Bartlett emphasizes choice of providers as an important feature of the plan.
It "does away with provider networks. From the patient perspective, this means that you will be able to choose which doctor you want to see. Patients will have agency in the decision-making process about the kind of care they need," he says.
Dr. Tyler Taylor, a retired family practitioner from Los Alamos who now coordinates the Physicians for the Health Security Act as part of the Health Security for New Mexicans Campaign, tells SFR the plan would allow doctors to drastically reduce the amount of time spent on insurance-related administrative tasks, and would eliminate some of the ethical dilemmas that arise when patients seek critical care that lies beyond the scope of their coverage. For these reasons, Taylor predicts that the Health Security Act would likely attract medical professionals to New Mexico.
Legislation for the Health Security plan has been introduced in New Mexico in the past but has never made it through the Legislature, though analysis done in 2007 by Mathematica Policy Research Inc. estimated that the plan would reduce expenditures for the state. This session, the question of of expense remains the greatest obstacle to passage of the bill.
"I would really question the idea that this would somehow be a revenue neutral proposition," says Paul Gessing, president of the Rio Grande Foundation, a non-profit research group specializing in issues concerning "limited government and economic opportunity." Gessing cautions that single payer plans implemented or proposed in other states, such as Vermont, Colorado and Maine, were "so expensive that they were either rejected or repealed after the costs became apparent."
But Bartlett tells SFR there has never been a better time to pursue universal coverage.
"We have more bipartisan support than we've ever had before," he says, citing over 30 New Mexico cities and counties that have signed resolutions in support of the Health Security Act, including Albuquerque, Las Cruces and Roswell. With a 6-to-1 favorable vote by the City Council last Wednesday, Santa Fe joined that list.

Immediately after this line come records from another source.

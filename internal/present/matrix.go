package present

import (
	"fmt"
	"math"
	"path/filepath"
	"strings"

	"pasval/internal/assess"
	"pasval/internal/plantfile"
	"pasval/internal/units"
	"pasval/regen"
)

// The matrix of a line's products (pasval matrix and its record): each grid
// has one row per product, in the order the products were given.

// ProductName is a product's name as its plant file gives it.
func ProductName(o assess.OnLine) string { return o.Result.Plant.Product.Name }

// MatrixHolding is each product's schedule and holding tube: setpoint and
// judged temperature, seal flow, the fastest particle's time (at the worst
// flow) against its legal row.
func MatrixHolding(ps []assess.OnLine, d Display) Grid {
	t := d.Unit(units.Temperature)
	g := grid("product", "file", "legal table", ">setpoint "+t, ">judged "+t, ">seal "+d.Unit(units.VolumeFlow), ">fastest s", "legal row")
	for _, o := range ps {
		res := o.Result
		p := res.Plant
		table := p.LegalTable
		if table == "" {
			table = "legal_minimums"
			if len(p.LegalMinimums) == 0 {
				table = "—"
			}
		}
		judged, fastest, row := "—", "—", "—"
		if h := res.HoldingTube; h != nil {
			judged = d.Num(h.JudgedTemperatureC, units.Temperature, 2)
			fastest = fmt.Sprintf("%.2f", h.WorstMinResidenceS)
			if l := h.Legal; l != nil {
				row = fmt.Sprintf("%s %s s", d.With(l.TemperatureC, units.Temperature, 1), trimNum(l.TimeS))
				if l.RowIndex < 0 {
					row += " (above the judged temperature)"
				}
			}
		}
		g.add(ProductName(o), filepath.Base(p.File), table, d.Num(p.Process.HoldSetpoint.SI, units.Temperature, 2), judged,
			d.flowNum(sealOf(res)), fastest, row)
	}
	return g
}

// sealOf is a result's seal flow, m³/s at the setpoint.
func sealOf(res *assess.Result) float64 {
	if res.HoldingTube != nil {
		return res.HoldingTube.MaxFlowM3s
	}
	return res.Product.MaxMassFlow / res.Product.Density
}

func trimNum(v float64) string { return fmt.Sprintf("%g", v) }

// MatrixLethality is each product's judged log reductions against the
// required ones, one row per organism.
func MatrixLethality(ps []assess.OnLine) Grid {
	g := grid("product", "organism", ">log reduction", ">required")
	for _, o := range ps {
		name := ProductName(o)
		for _, l := range o.Result.Lethality {
			req := "—"
			if l.RequiredLogReduction != nil {
				req = fmt.Sprintf("%.2f", *l.RequiredLogReduction)
			}
			g.add(name, l.Organism, fmt.Sprintf("%.2f", l.LogReduction), req)
			name = ""
		}
	}
	return g
}

// MatrixLine is each product through the heat-exchange sections: the
// heating medium needed against the hottest available (a rated heating
// section), the product outlet, the regeneration ratio.
func MatrixLine(ps []assess.OnLine, d Display) Grid {
	t := d.Unit(units.Temperature)
	g := grid("product", ">medium needed "+t, ">available "+t, ">outlet "+t, ">regeneration ratio")
	for _, o := range ps {
		res := o.Result
		needed, avail, outlet, ratio := "—", "—", "—", "—"
		for _, s := range res.Sections {
			switch s.Kind {
			case regen.HeatingSection:
				if s.MediumAvailableC != nil {
					needed, avail = d.Num(s.OtherInC, units.Temperature, 2), d.Num(*s.MediumAvailableC, units.Temperature, 2)
				} else {
					needed = d.Num(s.OtherInC, units.Temperature, 2) + " (sized)"
				}
			case regen.CoolingSection:
				outlet = d.Num(s.ProductOutC, units.Temperature, 2)
			}
		}
		if r := res.RegenerationRatio; r != nil {
			ratio = fmt.Sprintf("%.1f %%", *r*100)
		}
		g.add(ProductName(o), needed, avail, outlet, ratio)
	}
	return g
}

// RelativeText is a relative margin as a signed percentage.
func RelativeText(r float64) string {
	if math.IsInf(r, 0) {
		if r > 0 {
			return "+∞"
		}
		return "−∞"
	}
	return Signed(fmt.Sprintf("%.1f", r*100)) + " %"
}

// MatrixVerdicts is each product's verdict and limiting check: the check
// with the smallest relative margin, among the failing ones when any fails
// (docs/METHOD.md §16.3).
func MatrixVerdicts(ps []assess.OnLine, d Display) Grid {
	g := grid("product", "result", "limiting check", ">margin", ">relative margin")
	for _, o := range ps {
		res := o.Result
		verdict := VerdictWord(res)
		if !o.LimitingOK {
			g.add(ProductName(o), verdict, "none applies", "—", "—")
			continue
		}
		g.add(ProductName(o), verdict, CheckLabel(o.Limiting), CheckMargin(o.Limiting, d), RelativeMarginText(o.Limiting, o.LimitingRelative))
	}
	return g
}

// limitedBy names the checks that fail beyond an envelope's edge.
func limitedBy(b assess.Bound) string {
	switch {
	case len(b.LimitedBy) > 0:
		s := ""
		for i, c := range b.LimitedBy {
			if i > 0 {
				s += ", "
			}
			s += CheckLabel(c)
		}
		return s
	case b.Refused != "":
		return "the plant file is refused beyond it"
	}
	return "—"
}

// MatrixEnvelope is each product's envelope: the highest seal flow that
// passes at its setpoint and the lowest setpoint that passes at its flows,
// each with the checks that fail just beyond it.
func MatrixEnvelope(ps []assess.OnLine, d Display) Grid {
	t := d.Unit(units.Temperature)
	g := grid("product", ">highest seal "+d.Unit(units.VolumeFlow), "limited by", ">lowest setpoint "+t, "limited by")
	for _, o := range ps {
		e := o.Envelope
		flow, flowBy := "none in range", limitedBy(e.MaxSeal)
		switch {
		case e.MaxSeal.Found && e.MaxSeal.AtRangeEnd:
			flow, flowBy = "≥ "+d.flowNum(e.MaxSeal.Value), fmt.Sprintf("(search ends at %g × the seal)", assess.EnvelopeFlowCap)
		case e.MaxSeal.Found:
			flow = d.flowNum(e.MaxSeal.Value)
		}
		sp, spBy := "none in range", limitedBy(e.MinSetpoint)
		switch {
		case e.MinSetpoint.Found && e.MinSetpoint.AtRangeEnd:
			sp, spBy = d.Num(e.MinSetpoint.Value, units.Temperature, 2), "(the search's lowest setpoint passes)"
		case e.MinSetpoint.Found:
			sp = d.Num(e.MinSetpoint.Value, units.Temperature, 2)
		default:
			spBy = "at " + d.With(assess.EnvelopeSetpointTo, units.Temperature, 0) + ": " + spBy
		}
		g.add(ProductName(o), flow, flowBy, sp, spBy)
	}
	return g
}

// flowNum is a volumetric flow without its unit: whole numbers from 1000 up,
// one decimal below (gpm).
func (d Display) flowNum(q float64) string {
	if units.FromSI(q, units.VolumeFlow, d.Unit(units.VolumeFlow)) < 1000 {
		return d.Num(q, units.VolumeFlow, 1)
	}
	return d.Num(q, units.VolumeFlow, 0)
}

// sci prints a small number as 1e-9 rather than 1e-09.
func sci(v float64) string {
	return strings.Replace(strings.Replace(fmt.Sprintf("%g", v), "e-0", "e-", 1), "e+0", "e+", 1)
}

// EnvelopeMethod says how the envelope was searched, in display units.
func EnvelopeMethod(d Display) string {
	return fmt.Sprintf("Highest seal flow: both rates scaled together from the entered ones (the normal rate keeps its proportion to the seal), "+
		"in steps of ×%.3f up to %g × the entered seal (down to 1/%g of it when the seal fails), then bisected to %s relative; "+
		"lowest setpoint: at the entered rates, from %s up in %s steps to %s, then bisected to %s %s. "+
		"Each trial computes the whole plant, every check (docs/METHOD.md §16.3).",
		assess.EnvelopeFlowStep, assess.EnvelopeFlowCap, 1/assess.EnvelopeFlowFloor, sci(assess.EnvelopeFlowTol),
		d.With(assess.EnvelopeSetpointFrom, units.Temperature, 0), d.With(assess.EnvelopeSetpointStep, units.TemperatureDifference, 1),
		d.With(assess.EnvelopeSetpointTo, units.Temperature, 0),
		sci(units.FromSI(assess.EnvelopeSetpointTol, units.TemperatureDifference, d.Unit(units.TemperatureDifference))), d.Unit(units.TemperatureDifference))
}

// MatrixFailing lists every failing check of every product.
func MatrixFailing(ps []assess.OnLine, d Display) Grid {
	g := grid("product", "check", ">required", ">actual", ">margin")
	for _, o := range ps {
		for _, c := range o.Result.Checks {
			if c.Pass {
				continue
			}
			op := "≥ "
			if c.Limit == assess.AtMost {
				op = "≤ "
			}
			req, act := CheckValues(c, d)
			g.add(ProductName(o), CheckLabel(c), op+req, act, CheckMargin(c, d))
		}
	}
	return g
}

// MatrixOverall is the matrix's one-line result.
func MatrixOverall(ps []assess.OnLine) string {
	var failed []string
	var unjudged []string
	for _, o := range ps {
		switch {
		case !o.Result.Pass:
			failed = append(failed, ProductName(o))
		case !o.Result.Judged:
			unjudged = append(unjudged, ProductName(o))
		}
	}
	switch {
	case len(failed) == 0 && len(unjudged) == len(ps):
		return NotJudged + " to any product"
	case len(failed) == 0 && len(unjudged) > 0:
		return fmt.Sprintf("PASS, %d of %d products pass; %d NOT JUDGED (no check applies): %s", len(ps)-len(unjudged), len(ps),
			len(unjudged), strings.Join(unjudged, ", "))
	case len(failed) == 0:
		return fmt.Sprintf("PASS, all %d products pass", len(ps))
	}
	s := fmt.Sprintf("FAIL, %d of %d products fail: ", len(failed), len(ps))
	for i, n := range failed {
		if i > 0 {
			s += ", "
		}
		s += n
	}
	return s
}

// MatrixLineWarnings are the line file's warnings in words, each followed by
// the product files it concerns.
func MatrixLineWarnings(line *plantfile.Plant, ps []assess.OnLine, d Display) []string {
	var out []string
	var plants []*plantfile.Plant
	for _, o := range ps {
		plants = append(plants, o.Result.Plant)
	}
	for _, w := range assess.LineWarnings(line, plants) {
		text := WarningText(w, line, d)
		var files []string
		for _, p := range plants {
			if b := assess.Inherited(p); len(b) > 0 {
				files = append(files, filepath.Base(p.File)+" takes "+strings.Join(b, ", "))
			}
		}
		if len(files) > 0 {
			text += ": " + strings.Join(files, "; ")
		}
		out = append(out, text)
	}
	return out
}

Of course, having a Democratic majority in the Legislature doesn't hurt either, and Democratic Gov. Michelle Lujan Grisham has signaled support for the bill.
The Health and Human Services Committee expects to vote on the bill in a hearing on Friday. The bill then heads to the House State Government, Elections, and Indian Affairs Committee and the House Appropriations and Finance Committee for votes in hearings that are yet to be scheduled.